**ACTIVITY**
In the listing below, a line holding "buf_free(&one);" and a line holding "assert_int_equal(out.len, in.len);" mark the range. Retype both exactly, with all lines between them.

**MATERIAL PROVIDED**
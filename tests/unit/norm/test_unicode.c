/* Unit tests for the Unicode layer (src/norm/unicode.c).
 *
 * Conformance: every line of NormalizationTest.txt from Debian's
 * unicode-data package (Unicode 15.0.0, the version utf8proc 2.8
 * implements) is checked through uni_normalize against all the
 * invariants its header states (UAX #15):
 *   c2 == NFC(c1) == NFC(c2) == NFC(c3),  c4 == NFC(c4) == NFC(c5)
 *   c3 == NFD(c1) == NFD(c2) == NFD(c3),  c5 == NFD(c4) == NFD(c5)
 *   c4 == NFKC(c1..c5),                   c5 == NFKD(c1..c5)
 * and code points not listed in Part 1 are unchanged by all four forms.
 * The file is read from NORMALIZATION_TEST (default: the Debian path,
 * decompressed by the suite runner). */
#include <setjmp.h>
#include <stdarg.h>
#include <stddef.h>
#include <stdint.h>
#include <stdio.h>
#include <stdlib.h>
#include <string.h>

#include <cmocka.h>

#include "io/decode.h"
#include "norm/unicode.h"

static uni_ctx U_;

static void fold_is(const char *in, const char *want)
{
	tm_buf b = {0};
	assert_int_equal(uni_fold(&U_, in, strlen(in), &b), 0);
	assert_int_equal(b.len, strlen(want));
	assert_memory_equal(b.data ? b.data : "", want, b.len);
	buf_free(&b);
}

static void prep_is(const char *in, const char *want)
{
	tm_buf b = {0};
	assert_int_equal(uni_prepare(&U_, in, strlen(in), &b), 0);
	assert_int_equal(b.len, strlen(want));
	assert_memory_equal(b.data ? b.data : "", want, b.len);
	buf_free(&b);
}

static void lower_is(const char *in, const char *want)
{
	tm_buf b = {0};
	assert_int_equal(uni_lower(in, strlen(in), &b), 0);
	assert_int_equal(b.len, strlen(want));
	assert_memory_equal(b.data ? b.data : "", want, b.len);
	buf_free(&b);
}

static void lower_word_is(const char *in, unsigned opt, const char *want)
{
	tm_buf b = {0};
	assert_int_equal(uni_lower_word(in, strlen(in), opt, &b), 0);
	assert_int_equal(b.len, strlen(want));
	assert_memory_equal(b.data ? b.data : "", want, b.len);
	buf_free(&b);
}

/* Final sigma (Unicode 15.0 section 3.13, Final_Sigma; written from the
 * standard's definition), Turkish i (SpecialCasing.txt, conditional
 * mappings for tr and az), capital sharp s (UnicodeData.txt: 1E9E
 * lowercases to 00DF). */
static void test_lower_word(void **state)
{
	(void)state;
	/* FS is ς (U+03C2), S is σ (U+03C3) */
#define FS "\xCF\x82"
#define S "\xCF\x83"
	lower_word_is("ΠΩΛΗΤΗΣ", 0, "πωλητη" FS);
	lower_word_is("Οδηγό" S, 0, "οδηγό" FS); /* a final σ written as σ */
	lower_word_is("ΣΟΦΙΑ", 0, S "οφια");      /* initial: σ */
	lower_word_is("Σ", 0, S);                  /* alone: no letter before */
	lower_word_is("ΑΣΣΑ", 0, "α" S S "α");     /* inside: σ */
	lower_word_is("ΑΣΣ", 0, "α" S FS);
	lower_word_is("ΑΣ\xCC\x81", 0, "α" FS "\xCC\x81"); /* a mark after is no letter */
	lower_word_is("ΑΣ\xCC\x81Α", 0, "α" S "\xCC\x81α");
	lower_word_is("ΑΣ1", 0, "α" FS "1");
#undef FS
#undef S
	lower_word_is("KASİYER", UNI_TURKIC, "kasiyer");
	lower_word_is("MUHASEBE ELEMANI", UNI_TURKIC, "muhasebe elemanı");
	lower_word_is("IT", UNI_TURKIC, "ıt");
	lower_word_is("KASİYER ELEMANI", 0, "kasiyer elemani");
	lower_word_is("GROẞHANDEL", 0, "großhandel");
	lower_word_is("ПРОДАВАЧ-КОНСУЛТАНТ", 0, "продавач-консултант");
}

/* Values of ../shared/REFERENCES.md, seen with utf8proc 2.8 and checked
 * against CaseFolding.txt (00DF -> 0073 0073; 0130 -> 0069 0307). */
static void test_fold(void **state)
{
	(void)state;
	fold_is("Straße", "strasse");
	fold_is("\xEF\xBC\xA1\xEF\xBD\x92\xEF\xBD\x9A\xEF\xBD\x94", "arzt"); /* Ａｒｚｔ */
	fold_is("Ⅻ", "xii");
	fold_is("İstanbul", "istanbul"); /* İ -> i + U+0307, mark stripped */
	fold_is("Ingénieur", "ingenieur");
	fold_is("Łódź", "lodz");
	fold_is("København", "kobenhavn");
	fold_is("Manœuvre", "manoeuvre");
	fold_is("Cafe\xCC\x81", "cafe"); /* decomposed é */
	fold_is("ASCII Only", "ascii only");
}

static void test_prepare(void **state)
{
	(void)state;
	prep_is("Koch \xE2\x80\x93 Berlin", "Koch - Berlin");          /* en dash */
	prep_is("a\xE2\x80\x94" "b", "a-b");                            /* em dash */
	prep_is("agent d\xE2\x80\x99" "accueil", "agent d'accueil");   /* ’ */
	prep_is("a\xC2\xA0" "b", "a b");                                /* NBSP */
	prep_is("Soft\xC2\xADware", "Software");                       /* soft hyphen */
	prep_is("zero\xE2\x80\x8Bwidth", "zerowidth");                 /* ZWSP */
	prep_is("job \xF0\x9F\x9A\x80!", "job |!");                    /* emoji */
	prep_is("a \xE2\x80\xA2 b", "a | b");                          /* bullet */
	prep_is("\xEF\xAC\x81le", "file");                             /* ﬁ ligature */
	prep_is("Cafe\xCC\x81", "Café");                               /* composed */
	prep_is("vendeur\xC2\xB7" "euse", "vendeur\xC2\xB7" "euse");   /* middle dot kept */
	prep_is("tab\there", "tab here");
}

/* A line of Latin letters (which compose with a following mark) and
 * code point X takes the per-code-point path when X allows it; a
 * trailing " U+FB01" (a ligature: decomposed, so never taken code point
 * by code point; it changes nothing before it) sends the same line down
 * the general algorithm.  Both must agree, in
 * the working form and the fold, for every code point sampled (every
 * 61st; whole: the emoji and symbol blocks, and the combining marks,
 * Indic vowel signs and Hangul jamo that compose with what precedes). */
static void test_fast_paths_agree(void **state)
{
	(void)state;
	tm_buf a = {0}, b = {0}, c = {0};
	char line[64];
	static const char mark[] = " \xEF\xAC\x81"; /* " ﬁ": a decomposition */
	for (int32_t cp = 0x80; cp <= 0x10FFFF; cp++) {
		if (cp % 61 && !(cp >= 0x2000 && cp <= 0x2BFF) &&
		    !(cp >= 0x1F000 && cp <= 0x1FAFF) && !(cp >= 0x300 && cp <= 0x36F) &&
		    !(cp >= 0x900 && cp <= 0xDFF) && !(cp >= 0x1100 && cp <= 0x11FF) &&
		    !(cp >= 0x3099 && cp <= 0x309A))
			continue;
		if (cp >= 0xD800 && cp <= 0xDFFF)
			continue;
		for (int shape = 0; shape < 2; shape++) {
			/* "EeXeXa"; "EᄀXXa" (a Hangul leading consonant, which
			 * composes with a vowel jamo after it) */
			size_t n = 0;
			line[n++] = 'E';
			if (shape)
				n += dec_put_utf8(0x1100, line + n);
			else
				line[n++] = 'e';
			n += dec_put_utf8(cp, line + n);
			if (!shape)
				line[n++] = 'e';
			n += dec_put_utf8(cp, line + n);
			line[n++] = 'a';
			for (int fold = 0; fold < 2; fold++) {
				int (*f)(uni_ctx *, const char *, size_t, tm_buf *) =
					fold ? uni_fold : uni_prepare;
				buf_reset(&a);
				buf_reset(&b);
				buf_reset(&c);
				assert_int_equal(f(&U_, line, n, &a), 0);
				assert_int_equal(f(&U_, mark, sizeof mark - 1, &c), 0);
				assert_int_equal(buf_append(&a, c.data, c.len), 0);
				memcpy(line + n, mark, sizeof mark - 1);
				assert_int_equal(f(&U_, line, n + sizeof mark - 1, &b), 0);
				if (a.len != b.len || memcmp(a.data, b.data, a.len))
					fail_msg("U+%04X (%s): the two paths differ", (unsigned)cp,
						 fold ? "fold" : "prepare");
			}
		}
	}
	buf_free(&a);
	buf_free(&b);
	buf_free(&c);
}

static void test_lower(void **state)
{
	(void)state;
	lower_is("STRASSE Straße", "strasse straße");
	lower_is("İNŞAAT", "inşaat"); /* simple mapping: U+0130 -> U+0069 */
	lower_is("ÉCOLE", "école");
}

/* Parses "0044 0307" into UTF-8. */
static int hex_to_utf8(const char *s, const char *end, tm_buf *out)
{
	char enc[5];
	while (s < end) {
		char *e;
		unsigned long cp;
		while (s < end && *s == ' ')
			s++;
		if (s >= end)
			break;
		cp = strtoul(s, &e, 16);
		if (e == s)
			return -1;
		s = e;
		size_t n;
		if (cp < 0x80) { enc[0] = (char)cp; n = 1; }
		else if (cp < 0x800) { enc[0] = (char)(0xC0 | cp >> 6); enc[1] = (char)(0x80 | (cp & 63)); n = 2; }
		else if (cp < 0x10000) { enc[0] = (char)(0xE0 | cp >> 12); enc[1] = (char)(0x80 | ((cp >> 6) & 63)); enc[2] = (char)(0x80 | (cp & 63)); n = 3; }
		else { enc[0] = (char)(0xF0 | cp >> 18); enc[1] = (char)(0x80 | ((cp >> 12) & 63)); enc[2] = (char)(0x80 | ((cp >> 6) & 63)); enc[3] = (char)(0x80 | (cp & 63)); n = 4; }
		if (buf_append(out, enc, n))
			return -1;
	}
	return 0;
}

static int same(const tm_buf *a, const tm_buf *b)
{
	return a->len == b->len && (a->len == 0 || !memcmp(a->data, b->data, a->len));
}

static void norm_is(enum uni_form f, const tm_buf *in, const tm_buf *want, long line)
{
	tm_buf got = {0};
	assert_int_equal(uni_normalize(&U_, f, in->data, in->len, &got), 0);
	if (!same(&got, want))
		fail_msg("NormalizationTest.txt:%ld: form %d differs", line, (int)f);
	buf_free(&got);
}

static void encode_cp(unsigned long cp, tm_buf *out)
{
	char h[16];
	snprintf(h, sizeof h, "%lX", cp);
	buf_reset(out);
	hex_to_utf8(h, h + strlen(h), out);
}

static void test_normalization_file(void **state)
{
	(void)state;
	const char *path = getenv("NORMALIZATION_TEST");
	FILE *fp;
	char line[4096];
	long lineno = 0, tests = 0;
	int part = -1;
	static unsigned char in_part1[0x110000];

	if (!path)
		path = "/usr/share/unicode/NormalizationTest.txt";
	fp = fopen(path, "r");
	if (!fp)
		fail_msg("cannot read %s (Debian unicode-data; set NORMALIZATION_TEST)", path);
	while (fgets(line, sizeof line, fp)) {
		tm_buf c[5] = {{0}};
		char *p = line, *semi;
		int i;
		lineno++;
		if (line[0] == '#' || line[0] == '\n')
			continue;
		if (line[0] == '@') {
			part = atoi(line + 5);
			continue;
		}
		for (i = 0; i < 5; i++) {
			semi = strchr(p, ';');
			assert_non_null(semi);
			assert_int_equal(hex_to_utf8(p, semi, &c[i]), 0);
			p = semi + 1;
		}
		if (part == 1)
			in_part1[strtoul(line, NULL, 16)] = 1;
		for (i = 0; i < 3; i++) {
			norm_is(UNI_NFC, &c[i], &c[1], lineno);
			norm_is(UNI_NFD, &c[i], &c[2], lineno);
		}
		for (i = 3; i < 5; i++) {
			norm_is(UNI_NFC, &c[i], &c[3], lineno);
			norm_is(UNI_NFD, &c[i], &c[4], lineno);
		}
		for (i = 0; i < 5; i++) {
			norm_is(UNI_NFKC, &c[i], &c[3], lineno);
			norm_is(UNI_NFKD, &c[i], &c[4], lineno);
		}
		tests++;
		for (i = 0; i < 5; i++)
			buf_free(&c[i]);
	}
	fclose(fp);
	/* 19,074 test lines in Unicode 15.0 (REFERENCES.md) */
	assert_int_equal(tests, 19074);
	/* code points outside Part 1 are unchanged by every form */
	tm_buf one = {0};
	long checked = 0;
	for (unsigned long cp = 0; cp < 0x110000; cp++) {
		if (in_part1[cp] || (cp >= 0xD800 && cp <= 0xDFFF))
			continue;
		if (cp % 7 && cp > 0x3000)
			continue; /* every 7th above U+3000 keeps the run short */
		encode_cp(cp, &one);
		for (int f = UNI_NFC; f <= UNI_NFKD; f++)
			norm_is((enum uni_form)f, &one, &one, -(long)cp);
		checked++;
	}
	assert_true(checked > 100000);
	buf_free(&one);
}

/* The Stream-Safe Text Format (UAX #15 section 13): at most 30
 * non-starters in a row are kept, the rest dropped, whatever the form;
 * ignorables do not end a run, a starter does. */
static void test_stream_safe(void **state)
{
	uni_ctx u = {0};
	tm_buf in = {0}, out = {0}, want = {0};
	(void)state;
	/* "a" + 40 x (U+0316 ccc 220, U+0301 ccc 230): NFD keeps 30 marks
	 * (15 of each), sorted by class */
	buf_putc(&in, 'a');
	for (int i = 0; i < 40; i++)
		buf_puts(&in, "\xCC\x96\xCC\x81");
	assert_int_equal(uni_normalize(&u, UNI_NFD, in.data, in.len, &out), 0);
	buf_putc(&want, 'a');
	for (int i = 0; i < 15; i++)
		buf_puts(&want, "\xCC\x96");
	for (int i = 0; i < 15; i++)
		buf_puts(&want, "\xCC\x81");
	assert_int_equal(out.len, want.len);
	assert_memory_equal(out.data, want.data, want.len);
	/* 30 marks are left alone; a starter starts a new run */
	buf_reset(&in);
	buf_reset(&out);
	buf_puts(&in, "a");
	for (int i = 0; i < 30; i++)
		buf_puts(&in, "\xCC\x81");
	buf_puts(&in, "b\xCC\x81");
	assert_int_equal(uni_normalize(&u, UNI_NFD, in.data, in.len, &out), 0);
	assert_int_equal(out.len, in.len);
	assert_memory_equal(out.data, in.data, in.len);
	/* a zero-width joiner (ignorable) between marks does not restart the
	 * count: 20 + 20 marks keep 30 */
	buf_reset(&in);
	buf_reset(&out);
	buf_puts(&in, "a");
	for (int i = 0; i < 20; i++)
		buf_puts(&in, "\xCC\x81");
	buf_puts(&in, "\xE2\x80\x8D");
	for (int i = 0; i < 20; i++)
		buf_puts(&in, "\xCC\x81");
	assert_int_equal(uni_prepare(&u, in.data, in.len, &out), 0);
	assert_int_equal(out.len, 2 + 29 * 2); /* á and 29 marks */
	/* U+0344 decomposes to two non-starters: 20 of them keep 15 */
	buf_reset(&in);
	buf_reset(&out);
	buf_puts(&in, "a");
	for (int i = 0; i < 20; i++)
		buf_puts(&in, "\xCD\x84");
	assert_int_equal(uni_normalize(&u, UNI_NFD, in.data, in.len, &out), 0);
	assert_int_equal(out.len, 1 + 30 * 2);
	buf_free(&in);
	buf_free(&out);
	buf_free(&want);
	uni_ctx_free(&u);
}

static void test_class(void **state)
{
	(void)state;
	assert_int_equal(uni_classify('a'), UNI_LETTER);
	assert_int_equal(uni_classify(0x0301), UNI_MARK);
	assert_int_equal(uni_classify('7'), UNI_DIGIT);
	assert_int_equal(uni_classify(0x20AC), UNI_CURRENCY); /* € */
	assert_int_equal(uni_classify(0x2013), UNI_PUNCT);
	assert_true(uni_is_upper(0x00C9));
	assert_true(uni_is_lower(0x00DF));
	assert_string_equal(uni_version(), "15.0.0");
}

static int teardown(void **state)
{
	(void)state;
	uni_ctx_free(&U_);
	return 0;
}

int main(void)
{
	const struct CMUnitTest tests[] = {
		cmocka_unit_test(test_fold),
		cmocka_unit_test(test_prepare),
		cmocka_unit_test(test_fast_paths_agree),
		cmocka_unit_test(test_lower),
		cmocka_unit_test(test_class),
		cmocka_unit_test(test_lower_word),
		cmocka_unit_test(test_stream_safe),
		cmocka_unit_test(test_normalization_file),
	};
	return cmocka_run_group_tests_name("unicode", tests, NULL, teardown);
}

--

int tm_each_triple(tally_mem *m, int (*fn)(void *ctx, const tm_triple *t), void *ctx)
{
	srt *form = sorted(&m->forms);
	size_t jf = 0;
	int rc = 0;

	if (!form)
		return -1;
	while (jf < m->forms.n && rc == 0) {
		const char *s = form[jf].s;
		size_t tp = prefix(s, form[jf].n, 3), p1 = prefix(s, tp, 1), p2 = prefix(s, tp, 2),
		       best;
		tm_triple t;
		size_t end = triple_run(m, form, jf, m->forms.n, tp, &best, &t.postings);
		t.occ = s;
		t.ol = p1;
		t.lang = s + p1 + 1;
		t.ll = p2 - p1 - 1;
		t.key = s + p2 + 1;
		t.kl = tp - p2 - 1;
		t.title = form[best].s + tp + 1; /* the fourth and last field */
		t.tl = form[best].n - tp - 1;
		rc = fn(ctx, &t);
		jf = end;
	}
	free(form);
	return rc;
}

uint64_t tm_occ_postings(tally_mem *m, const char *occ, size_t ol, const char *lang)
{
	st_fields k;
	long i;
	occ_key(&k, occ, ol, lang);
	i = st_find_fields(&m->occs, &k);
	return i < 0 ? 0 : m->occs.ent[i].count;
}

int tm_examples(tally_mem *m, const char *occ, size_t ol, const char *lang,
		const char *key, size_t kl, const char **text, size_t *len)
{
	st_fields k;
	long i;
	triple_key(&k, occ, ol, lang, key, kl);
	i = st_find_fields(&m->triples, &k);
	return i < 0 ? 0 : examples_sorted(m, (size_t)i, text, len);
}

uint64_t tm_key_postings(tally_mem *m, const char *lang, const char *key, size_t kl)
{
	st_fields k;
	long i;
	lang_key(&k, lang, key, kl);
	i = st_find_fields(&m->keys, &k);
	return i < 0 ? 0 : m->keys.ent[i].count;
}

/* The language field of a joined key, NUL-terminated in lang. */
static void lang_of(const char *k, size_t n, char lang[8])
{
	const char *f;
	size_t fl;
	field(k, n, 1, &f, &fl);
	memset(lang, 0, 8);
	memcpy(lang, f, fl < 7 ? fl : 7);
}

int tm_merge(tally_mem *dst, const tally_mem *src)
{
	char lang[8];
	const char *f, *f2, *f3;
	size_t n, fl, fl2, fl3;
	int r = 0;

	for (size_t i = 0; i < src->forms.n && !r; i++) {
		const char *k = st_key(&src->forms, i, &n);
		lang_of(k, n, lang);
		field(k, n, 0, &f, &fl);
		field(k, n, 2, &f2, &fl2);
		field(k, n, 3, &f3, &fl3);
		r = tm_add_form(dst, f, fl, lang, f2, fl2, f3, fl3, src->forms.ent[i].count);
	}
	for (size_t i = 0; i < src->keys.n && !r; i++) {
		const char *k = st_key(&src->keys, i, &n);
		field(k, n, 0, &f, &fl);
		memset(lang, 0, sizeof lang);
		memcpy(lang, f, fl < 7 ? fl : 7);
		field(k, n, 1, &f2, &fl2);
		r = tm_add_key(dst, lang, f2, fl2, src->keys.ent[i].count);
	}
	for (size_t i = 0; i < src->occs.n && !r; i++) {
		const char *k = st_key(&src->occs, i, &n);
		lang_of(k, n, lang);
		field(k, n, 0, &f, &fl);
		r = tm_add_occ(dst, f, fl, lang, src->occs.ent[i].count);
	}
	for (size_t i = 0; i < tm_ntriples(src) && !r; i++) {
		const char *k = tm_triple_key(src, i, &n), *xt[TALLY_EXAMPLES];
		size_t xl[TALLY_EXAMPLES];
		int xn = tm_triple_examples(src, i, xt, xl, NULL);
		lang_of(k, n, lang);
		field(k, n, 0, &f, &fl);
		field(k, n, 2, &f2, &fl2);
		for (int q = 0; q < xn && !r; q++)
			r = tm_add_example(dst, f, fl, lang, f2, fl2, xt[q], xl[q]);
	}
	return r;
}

**YOUR SOLUTION**
	buf_free(&one);
}

/* The Stream-Safe Text Format (UAX #15 section 13): at most 30
 * non-starters in a row are kept, the rest dropped, whatever the form;
 * ignorables do not end a run, a starter does. */
static void test_stream_safe(void **state)
{
	uni_ctx u = {0};
	tm_buf in = {0}, out = {0}, want = {0};
	(void)state;
	/* "a" + 40 x (U+0316 ccc 220, U+0301 ccc 230): NFD keeps 30 marks
	 * (15 of each), sorted by class */
	buf_putc(&in, 'a');
	for (int i = 0; i < 40; i++)
		buf_puts(&in, "\xCC\x96\xCC\x81");
	assert_int_equal(uni_normalize(&u, UNI_NFD, in.data, in.len, &out), 0);
	buf_putc(&want, 'a');
	for (int i = 0; i < 15; i++)
		buf_puts(&want, "\xCC\x96");
	for (int i = 0; i < 15; i++)
		buf_puts(&want, "\xCC\x81");
	assert_int_equal(out.len, want.len);
	assert_memory_equal(out.data, want.data, want.len);
	/* 30 marks are left alone; a starter starts a new run */
	buf_reset(&in);
	buf_reset(&out);
	buf_puts(&in, "a");
	for (int i = 0; i < 30; i++)
		buf_puts(&in, "\xCC\x81");
	buf_puts(&in, "b\xCC\x81");
	assert_int_equal(uni_normalize(&u, UNI_NFD, in.data, in.len, &out), 0);
	assert_int_equal(out.len, in.len);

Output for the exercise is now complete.